How the IRS Tracks Offshore Assets
- FATCA & Intergovernmental Agreements
Virtually all major global financial institutions now report details of U.S. account holders to the IRS—or face steep withholding taxes on U.S.-sourced income. - John Doe Summonses & Grand Jury Subpoenas
When specific taxpayers are unknown, the IRS may use John Doe summonses to compel banks to reveal broad classes of American-linked accounts. For known suspects, the IRS can directly serve grand jury subpoenas demanding historical statements from 2003 onward. - Mutual Legal Assistance & Foreign Treaty Partners
Tax treaties and mutual legal assistance agreements allow IRS investigators to share data and coordinate enforcement with foreign governments. Countries like Switzerland, long a hub of secrecy, have buckled under U.S. pressure, divulging client names and transaction details from Swiss banks. - Correspondent Banking
Smaller banks that do not maintain overseas branches often use bigger banks for international transfers—creating a “paper trail” that the IRS can exploit.
If a taxpayer with undisclosed offshore assets—who has willfully committed tax crimes such as non-filed returns combined with intentional evasion of payment—self-reports the fraud (even if it involves a pattern of non-filed returns) through domestic or offshore voluntary disclosure before the IRS initiates an audit or criminal tax investigation, they can typically be brought back into compliance. In such cases, the taxpayer is usually afforded a nearly guaranteed pass on criminal tax prosecution and often benefits from reduced civil penalties that would otherwise apply. It would be wise to act quickly if you have received a FATCA letter from an overseas bank. Contact our dual-licensed international tax attorneys & CPAs at the tax law offices of David W. Klasing promptly – because the way you respond could impact how swiftly and how severely you are penalized.

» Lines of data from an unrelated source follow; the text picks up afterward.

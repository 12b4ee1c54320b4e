package api

import (
	"crypto/sha256"
	"encoding/base64"
	"net/http"
	"strings"

	"github.com/labstack/echo/v4"

	"regimed/api/store"
)

const (
	embedPath = "/embed"

	typeHTML = "text/html; charset=utf-8"
	typeSVG  = "image/svg+xml"

	headerResourcePolicy = "Cross-Origin-Resource-Policy"
	anyOrigin            = "cross-origin" // a page of another origin may show it
)

// embedRoutes are the paths for pages of others that show a record.
func (s *Server) embedRoutes() {
	s.get(embedPath+"/:id", s.embed)
	s.get("/oembed", s.oembed)
}

// embedLook is how an embedding is wanted.
type embedLook struct{ Theme, View string }

// The choices of an embedding, the usual one first.
var (
	embedThemes = []string{"auto", "light", "dark"}
	embedViews  = []string{"summary", "findings"}
)

// embedPolicy lets the page load nothing and run nothing; its one style is named
// by its digest.
func (s *Server) embedPolicy() string {
	return "default-src 'none'; style-src '" + embedStyleDigest + "'; base-uri 'none'; form-action 'none'; frame-ancestors " + s.ancestors
}

// embedStyleDigest names the style as a Content-Security-Policy does.
var embedStyleDigest = func() string {
	sum := sha256.Sum256([]byte(embedStyle))
	return "sha256-" + base64.StdEncoding.EncodeToString(sum[:])
}()

// embed answers a record as a page for a frame, or as a picture with .svg.
func (s *Server) embed(c echo.Context) error {
	records, err := s.records()
	if err != nil {
		return err
	}
	id, isPicture, err := embedName(c.Param("id"))
	if err != nil {
		return err
	}
	look, err := embedQuery(c, isPicture)
	if err != nil {
		return err
	}
	r, err := s.findRecord(c, records, id)
	if err != nil {
		return err
	}
	if isPicture {
		return s.sendStrip(c, r)
	}
	e, err := embeddedOf(r, look, s.publicURL)
	if err != nil {
		return err
	}
	body, err := e.page()
	if err != nil {
		return err
	}
	return s.sendEmbedded(c, r, typeHTML, s.embedPolicy(), body)
}

// stripForm is the form of an answer that is embedded as a picture.
const stripForm = "strip"

func (s *Server) sendStrip(c echo.Context, r *store.Record) error {
	form, hint := formatNamed(stripForm)
	if form == nil {
		return problem(notFound, hint)
	}
	ctx, cancel := s.computing(c)
	defer cancel()
	v, err := drawnView(ctx, r, form, false)
	if err != nil {
		return s.storeProblem(c, err)
	}
	c.Response().Header().Set(headerDrawnBy, v.drawnBy)
	return s.sendEmbedded(c, r, v.mediaType, recordPolicy, v.body)
}

// embedName takes the last part of a path apart.
func embedName(name string) (id string, isPicture bool, err error) {
	id, suffix, dotted := strings.Cut(name, ".")
	if dotted && suffix != "svg" {
		return "", false, problem(notFound, "A record is embedded as a page, or as a picture with .svg behind its id.")
	}
	id, _, err = recordName(id)
	return id, dotted, err
}

// embedQuery reads how an embedding is wanted.
func embedQuery(c echo.Context, isPicture bool) (embedLook, error) {
	known := []string{"theme", "view"}
	if isPicture {
		known = nil
	}
	values, violations, err := parameters(c, known...)
	if err != nil {
		return embedLook{}, err
	}
	r := &queryReader{values: values}
	look := embedLook{Theme: r.name("theme", embedThemes), View: r.name("view", embedViews)}
	if violations = append(violations, r.bad.List()...); len(violations) > 0 {
		return embedLook{}, violated(invalidQuery, "The query", violations)
	}
	return look.usual(), nil
}

// usual fills in what was not asked for.
func (l embedLook) usual() embedLook {
	if l.Theme == "" {
		l.Theme = embedThemes[0]
	}
	if l.View == "" {
		l.View = embedViews[0]
	}
	return l
}

// sendEmbedded sends an embedding. It is asked for anew each time, since who may
// frame it stands in its headers.
func (s *Server) sendEmbedded(c echo.Context, r *store.Record, mediaType, policy string, body []byte) error {
	tag := tagOf(body)
	h := c.Response().Header()
	h.Set(echo.HeaderContentSecurityPolicy, policy)
	h.Set("Referrer-Policy", "no-referrer")
	h.Set(headerETag, tag)
	h.Set(headerEngine, engineText(r.Engine))
	h.Set("Cross-Origin-Embedder-Policy", "require-corp") // pages that want it of themselves want it of their frames
	h.Set(echo.HeaderCacheControl, cacheAsking)
	if mediaType == typeSVG || s.ancestors != nobody {
		h.Set(headerResourcePolicy, anyOrigin)
	} else {
		h.Set(echo.HeaderXFrameOptions, "DENY")
	}
	if holds(c.Request().Header.Values("If-None-Match"), tag) {
		return c.NoContent(http.StatusNotModified)
	}
	return send(c, http.StatusOK, mediaType, body)
}

// guard says what pages of other origins may do with what is drawn of a record:
// frame it as they may an embedding, and show its pictures.
func (s *Server) guard(c echo.Context, v *view) {
	h := c.Response().Header()
	h.Set(echo.HeaderContentSecurityPolicy, recordPolicy+"; frame-ancestors "+s.ancestors)
	if strings.HasPrefix(v.mediaType, "image/") {
		h.Set(headerResourcePolicy, anyOrigin)
	}
}

// embedded is what an embedding shows. All of it is what the record has: nothing
// is judged anew, so that a page that was reviewed keeps saying the same.
type embedded struct {
	Head   *store.Head
	Look   embedLook
	Link   string // to the record
	Answer embeddedAnswer
	Shown  []embeddedFinding // the most loaded first
	Left   int               // findings with a price that are not shown
}

// embeddedAnswer is what of an answer is read for it.
type embeddedAnswer struct {
	Title          string `json:"title"`
	Reference      string `json:"reference"`
	Recommendation struct {
		Class       string   `json:"class"`
		Title       string   `json:"title"`
		Solves      string   `json:"solves"`
		Provisional bool     `json:"provisional"`
		Conditions  []string `json:"conditions"`
	} `json:"recommendation"`
	Findings map[string]embeddedFinding `json:"findings"`
	Cautions []string                   `json:"cautions"`
}

// embeddedFinding is a finding that has a price, or waits for an input.
type embeddedFinding struct {
	ID          string   `json:"-"`
	Title       string   `json:"title"`
	Verdict     string   `json:"verdict"`
	OfInterest  bool     `json:"of_interest"`
	Utilisation *float64 `json:"utilisation"`
	Factor      *float64 `json:"factor"`
	Needs       []string `json:"needs"`
}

Can the IRS Actually Seize Your Foreign Assets?
The IRS has the authority to pursue offshore assets, but the process is far from straightforward. Some countries cooperate through mutual collection assistance provisions, enabling the IRS to garnish or seize property under local law. Even in nations without such treaties, the IRS can:
- Levy Domestic Branches or Correspondent Accounts: If a foreign bank holds funds in a U.S.-based branch or correspondent account, the IRS can issue a levy there.
- Revoke Passports: For “seriously delinquent” debtors, the IRS works with the State Department to deny or revoke passports.
- File Suits for Repatriation: Where local authorities remain uncooperative, the IRS may initiate litigation or request the assistance of foreign courts.
- Leverage Criminal Investigations: If the taxpayer appears willful or engaged in fraud, the IRS can escalate to the Criminal Investigation Division (CID) and secure indictments.
Maybe you’re hiding money overseas—or perhaps you’re not. In recent years, the IRS has been relentlessly pursuing Americans with undisclosed offshore accounts, imposing a harsh mix of prison sentences, criminal tax penalties, and steep civil fines. FATCA was enacted to target those with foreign accounts, with the intention of avoiding paying U.S. taxes. Even if you aren’t engaging in outright criminal tax evasion, failing to report your offshore assets can expose you to serious legal risks.
At the Tax Law Offices of David W. Klasing, our experienced team of dual-licensed Tax Attorneys and CPAs can help you chart the best course of action for your tax situation. Whether you’re in the IRS’s crosshairs for willfully failing to file your Reports of Foreign Bank Accounts or you’re an American resident with legacy accounts overseas, we’re here to help you straighten out your taxes. We can assist you in making a proactive, “noisy” disclosure of your offshore accounts and guide you through any forthcoming disclosure programs. Don’t risk getting caught on the wrong side of the IRS—contact the Tax Law Offices of David W. Klasing online today or call us today at (888) 564-1409 for a reduced-rate initial consultation.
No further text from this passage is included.